Output only the lines of the entries that follow, starting at the one with "#: Free degrees" and running down to the one with "#: spectral scale", both included and unchanged.

***

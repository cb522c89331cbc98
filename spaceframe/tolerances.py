"""Tolerances, defined once, each with the reason for its value."""

from __future__ import annotations

#: Geometric tolerance for healing, in metres.  Drawn centrelines that are
#: meant to meet but miss by less than this are merged.  1 mm is well below
#: any joint size used in space frames (node balls and gusset plates are
#: tens of millimetres) and well above CAD round-off at building scale
#: (coordinates of 100 m printed to 6 significant figures err by ~0.1 mm).
GEOMETRY_TOLERANCE = 1.0e-3

#: Relative equilibrium residual above which a solve is rejected.  A sound
#: direct factorisation of a well-conditioned stiffness matrix gives ~1e-14;
#: 1e-8 leaves room for ill conditioning from members of very different
#: stiffness but still catches near-singular (mechanism) solves, whose
#: residuals are of order 1e-3 or worse.
RESIDUAL_TOLERANCE = 1.0e-8

#: Relative tolerance on the balance of reactions against applied loads per
#: axis (as a fraction of the largest applied load component).  Same
#: reasoning as RESIDUAL_TOLERANCE.
BALANCE_TOLERANCE = 1.0e-8

#: Relative tolerance for deciding that a member direction is parallel to a
#: line or in a plane (sine of the angle).  1e-6 rad is far below any
#: deliberately drawn angle and far above float64 round-off of unit vectors.
ANGLE_TOLERANCE = 1.0e-6

#: Relative singular-value threshold for the rank of the equilibrium matrix
#: (times the largest singular value).  Common practice for numerical rank
#: (cf. numpy.linalg.matrix_rank, which uses max(M, N) * eps).
RANK_TOLERANCE = 1.0e-9

#: Ratio of smallest to largest eigenvalue of a node's 3x3 stiffness below
#: which the node is taken to have no stiffness in that direction.  A member
#: at angle theta out of a plane contributes sin(theta)**2 of its stiffness
#: across it: 1e-10 is theta ~ 1e-5 rad, far flatter than any frame is drawn
#: on purpose, yet far above the ~1e-16 left by round-off in a rotated flat
#: truss.
NODE_STIFFNESS_RATIO = 1.0e-10

#: Largest ratio of member axial stiffnesses EA/L that a solve accepts.
#: Round-off in the force of a stiff member grows as (stiffness ratio) x
#: 1e-16 of the load (unit round-off of float64, common practice for the
#: forward error of a linear solve, cf. Higham, "Accuracy and Stability of
#: Numerical Algorithms", 2nd ed., ch. 7); 1e10 keeps forces good to about
#: 1e-6 and covers any real contrast (a 1 mm² tie beside a 1 m² chord of a
#: tenth of its length is 1e7).
MAX_STIFFNESS_RATIO = 1.0e10

#: Free degrees of freedom up to which eigenproblems use the dense LAPACK
#: solver.  A dense generalised eigenproblem of 600 unknowns takes ~0.1 s;
#: above that the sparse Lanczos iteration is faster and its memory stays
#: linear (measured here).
DENSE_EIGEN_LIMIT = 600

#: An eigenvalue mu of B phi = mu K phi with |mu| at most this fraction of the
#: spectral scale is taken as zero: no buckling factor (or an infinite
#: frequency) in that direction.  Round-off in mu stays near 1e-16 of the
#: scale; 1e-10 leaves six orders for ill conditioning.
ZERO_EIGENVALUE = 1.0e-10

#: Largest relative eigen-residual ||B phi - mu K phi|| / (max|mu| ||K phi||)
#: accepted.  ARPACK converges to ~1e-12 here; 1e-6 still rejects a wrong pair.
EIGEN_RESIDUAL = 1.0e-6

#: Halvings of the buckling shift tried before falling back to a shift of
#: zero.  Six halvings take the shift to 1/64 of its first value, where a
#: factorisation that still fails points to a near-mechanism, not the shift.
BUCKLING_SHIFT_TRIES = 6

#: Fraction of the estimated lowest buckling factor used as the first shift.
#: The estimate is a Rayleigh-Ritz upper bound (analysis/eigen.factor_upper_bound:
#: single directions and one inverse-iteration step), a few per cent above the
#: lowest factor on regular grids, so 0.9 usually puts the shift below it at the
#: first try; the shift is halved while the shifted matrix is not positive definite.
BUCKLING_SHIFT_FRACTION = 0.9

#: Relative accuracy asked of the short Lanczos run that only estimates the
#: lowest buckling factor for the shift; 1e-2 is ample for a shift of 0.9.
EIGEN_ESTIMATE_TOLERANCE = 1.0e-2

#: Relative accuracy asked of the shifted (buckling-mode) Lanczos run; well
#: inside EIGEN_RESIDUAL, which checks every pair afterwards.
SHIFTED_LANCZOS_TOLERANCE = 1.0e-10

***

#### REPLY:
#: Free degrees of freedom up to which eigenproblems use the dense LAPACK
#: solver.  A dense generalised eigenproblem of 600 unknowns takes ~0.1 s;
#: above that the sparse Lanczos iteration is faster and its memory stays
#: linear (measured here).
DENSE_EIGEN_LIMIT = 600

#: An eigenvalue mu of B phi = mu K phi with |mu| at most this fraction of the
#: spectral scale is taken as zero: no buckling factor (or an infinite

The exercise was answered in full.